Suppose we have a partial computable injective function $f: \mathbb N\to \mathbb N$ whose image is computable. I'm trying to show that then the image of every computable set is computable, and that this is false for non-injective functions (by a counterexample).
Suppose $X$ is computable and one wants to check if $y$ lies in $f(X)$. The problem asks to construct an algorithm of how to do this. What I can think of is this: the algorithm accepts $y$. Since $im(f)$ is computable, we one can tell whether $y\in im(f)$. If this is false, then $y\notin f(X)$ either. Suppose $y\in im(f)$. Then for some $x\in dom(f)$, $f(x)=y$. Now it would be natural to find such an $x$ (which would be unique due to injectivity). (And then one would be able to tell whether $x\in X$ or not.) But how to find an algorithm/program doing this?
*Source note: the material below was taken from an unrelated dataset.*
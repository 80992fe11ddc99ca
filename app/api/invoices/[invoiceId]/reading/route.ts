import { serve } from '@/app/_kit/serve';
import { getInvoiceReadingEndpoint } from '@/lib/invoices/endpoints';

export const GET = serve(getInvoiceReadingEndpoint);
The domain of $f$ may be infinite, so it may be not possible (in finite time) to check for every $x\in dom(f)$ if $f(x)=y$. Also I don't see how the computability of $f$ can be used here.
As for the counterexample, once I understand how to find $x$ with $f(x)=y$, the most trivial counterexample should work, like $\{1,2\}\to \mathbb N, 1,2\mapsto 1$. Is that right?